Par for the Course

This post is the third  in a series this month that honor the anniversary of the famous Scopes Trial held in Tennessee from July 10–21, 1925. We're highlighting a set of rare and newly digitized photographs from the Smithsonian Institution Archives collections, of witnesses at the trial, which have been added  to the Smithsonian Flickr Commons.

Zoologist Maynard Mayo Metcalf (1868-1940) was the only scientist allowed to testify on the stand at

On Wednesday afternoon, July 15, 1925, after two Rhea County High School students were grilled in court about what John Thomas Scopes had (or had not) taught them about evolution, the prosecution rested. Attorney Clarence Darrow began the case for the defense.

His first witness, middle-aged invertebrate zoologist Maynard Mayo Metcalf (1868-1940), took the stand. Metcalf explained that, in addition to his extensive scientific credentials and publications, he was an active member of the Congregationalist church, and had taught a Bible class for about three years. The scientist responded to Darrow's questioning for under an hour, carefully and conscientiously distinguishing "between the facts of evolution and the numerous theories of how evolution came about." He was a good choice for opening witness—measured, calm, and precise.

A native of Ohio, Metcalf had earned graduate degrees from Johns Hopkins University and Oberlin College, and had been teaching for several years in the Oberlin zoology department. In 1925, he was chairman of the National Research Council's division of biology and agriculture and about to become a professor at Johns Hopkins. That spring, he also received an honorary research appointment at the Smithsonian Institution.

Zoologist Maynard Mayo Metcalf (1868-1940) was the only scientist allowed to testify on the stand at

Metcalf's connection to the Smithsonian had begun around 1915, when he corresponded with Leonard Stejneger, senior biology curator at the US National Museum (today’s National Museum of Natural History). Metcalf’s research involved examining intestinal commensal parasites (Opalinidae) in preserved specimens, such as found in the Smithsonian collections, as a way to study the geographical distribution and evolution of frogs. In summer 1924, about to transition from Oberlin to Johns Hopkins, Metcalf asked if he might have a desk in the museum to work on the collections. Metcalf also signaled his intention to donate hundreds of specimens obtained from India and the Philippines. In March 1925, Charles Doolittle Walcott, Secretary of the Smithsonian, offered Metcalf an honorary appointment as a collaborator in the Division of Marine Invertebrates. As curator Waldo LaSalle Schmidt explained, Metcalf was not only doing good work but might also obtain specimens for the museum during a forthcoming research trip to Brazil.

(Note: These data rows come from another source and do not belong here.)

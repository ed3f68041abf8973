using MathNet.Numerics.Distributions;

namespace ShuntSweep.Analysis.Uncertainty;

/// <summary>One line of an uncertainty budget.</summary>
/// <param name="Name">The input.</param>
/// <param name="Value">Its estimate.</param>
/// <param name="StandardUncertainty">u(xᵢ).</param>
/// <param name="Sensitivity">cᵢ = ∂f/∂xᵢ at the estimates.</param>
/// <param name="Contribution">uᵢ(y) = |cᵢ|·u(xᵢ).</param>
/// <param name="DegreesOfFreedom">νᵢ (null when infinite).</param>
/// <param name="Distribution">The distribution assigned.</param>
public sealed record BudgetLine(string Name, double Value, double StandardUncertainty, double Sensitivity, double Contribution, double? DegreesOfFreedom, InputDistribution Distribution);

/// <summary>A GUM uncertainty budget (JCGM 100:2008): law of propagation for uncorrelated inputs, Welch–Satterthwaite, t coverage factor.</summary>
/// <param name="Value">y = f(x₁, …, x_N).</param>
/// <param name="CombinedStandardUncertainty">u_c(y).</param>
/// <param name="EffectiveDegreesOfFreedom">ν_eff (null when infinite).</param>
/// <param name="CoverageFactor">k = t_p(ν_eff).</param>
/// <param name="ExpandedUncertainty">U = k·u_c(y).</param>
/// <param name="CoverageProbability">p.</param>
/// <param name="Lines">The budget lines.</param>
public sealed record GumBudget(
    double Value,
    double CombinedStandardUncertainty,
    double? EffectiveDegreesOfFreedom,
    double CoverageFactor,
    double ExpandedUncertainty,
    double CoverageProbability,
    IReadOnlyList<BudgetLine> Lines)
{
    /// <summary>Evaluates the budget of y = f(x) with sensitivity coefficients from central differences of f.</summary>
    public static GumBudget Evaluate(Func<double[], double> f, IReadOnlyList<InputQuantity> inputs, double coverageProbability = 0.95)
    {
        ArgumentNullException.ThrowIfNull(f);
        ArgumentNullException.ThrowIfNull(inputs);
        var x = inputs.Select(i => i.Value).ToArray();
        var y = f(x);
        var lines = new List<BudgetLine>();
        for (var i = 0; i < inputs.Count; i++)
        {
            var inp = inputs[i];
            var h = inp.StandardUncertainty > 0 ? inp.StandardUncertainty * 1e-3 : Math.Max(Math.Abs(inp.Value) * 1e-8, 1e-12);
            var saved = x[i];
            x[i] = saved + h;
            var up = f(x);
            x[i] = saved - h;
            var down = f(x);
            x[i] = saved;
            var c = (up - down) / (2 * h);
            lines.Add(new BudgetLine(inp.Name, inp.Value, inp.StandardUncertainty, c, Math.Abs(c) * inp.StandardUncertainty, double.IsFinite(inp.DegreesOfFreedom) ? inp.DegreesOfFreedom : null, inp.Distribution));
        }

        var uc = Math.Sqrt(lines.Sum(l => l.Contribution * l.Contribution));
        var nu = WelchSatterthwaite(uc, lines.Select(l => (l.Contribution, l.DegreesOfFreedom ?? double.PositiveInfinity)));
        var k = StudentCoverageFactor(nu, coverageProbability);
        return new GumBudget(y, uc, double.IsFinite(nu) ? nu : null, k, k * uc, coverageProbability, lines);
    }

    /// <summary>ν_eff = u_c⁴ / Σ uᵢ⁴/νᵢ (JCGM 100:2008 G.4.1); infinite when every νᵢ is infinite.</summary>
    public static double WelchSatterthwaite(double combined, IEnumerable<(double Contribution, double DegreesOfFreedom)> contributions)
    {
        ArgumentNullException.ThrowIfNull(contributions);
        var denominator = 0.0;
        foreach (var (u, nu) in contributions)
        {
            if (double.IsFinite(nu) && u > 0)
            {
                denominator += Math.Pow(u, 4) / nu;
            }
        }

        return denominator > 0 ? Math.Pow(combined, 4) / denominator : double.PositiveInfinity;
    }

    /// <summary>The two-sided coverage factor t_p(ν): the interval ±t encloses fraction p of the t distribution (normal when ν is infinite).</summary>
    public static double StudentCoverageFactor(double degreesOfFreedom, double coverageProbability)
    {
        var q = 0.5 + (coverageProbability / 2);
        return double.IsFinite(degreesOfFreedom) && degreesOfFreedom < 1e7
            ? StudentT.InvCDF(0, 1, degreesOfFreedom, q)
            : Normal.InvCDF(0, 1, q);
    }
}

When discussing their work with colleagues, scientists often reveal a sense of play. Metcalf, for example, frequently described the "fun" he was having whenever research investigations opened "along unforeseen lines." He also acknowledged that good science required diligence and patience. "It is hard to put anything new across, and is especially hard in a field involving such...controverted hypotheses as those postulating former land connections," he wrote to Smithsonian Secretary Charles Greeley Abbot in May 1934.

In his scientific correspondence, Metcalf also mentioned an unexpected obsession, one that might seem at odds with his scientific productivity and his pensive, almost melancholic face and yet which, upon reflection, requires traits similar to those found in the best researchers.

In 1920, Metcalf explained to Stejneger that one paper would be "about ready to send you now, but when I first reached home I found my appetite for work below par and so gave a month to laziness and golf" (November 17, 1920). A few months later, he wrote that when that same manuscript "is finally off my hands I hope to celebrate by a couple weeks of golf, the pleasantest form of dissipation I know" (February 15, 1921).

Doris Mable Cochran (1898-1968), measuring a turtle shell, 1954, by Unidentified photographer, Black

Metcalf also worked with Smithsonian herpetologist Doris Mable Cochran. Years later, Cochran described Metcalf as "a large, quiet man with mild, bluish eyes and a gentle voice," who already "ran to girth" when she first met him in the 1920s. And, she added, he "was very fond of golf," and "sometimes came to my office in the thick hose and baggy knee-length trousers that were then the style on the greens." (undated notes in Record Unit 7151, Box 7, Folder 17)

Metcalf's calmness and precision were of little avail in the Scopes trial, where hot tempers and antediluvian ideologies raged. Such traits, however, probably served him well on the tees and greens, where the contests between player and course defy ideology and offer "the pleasantest form of dissipation."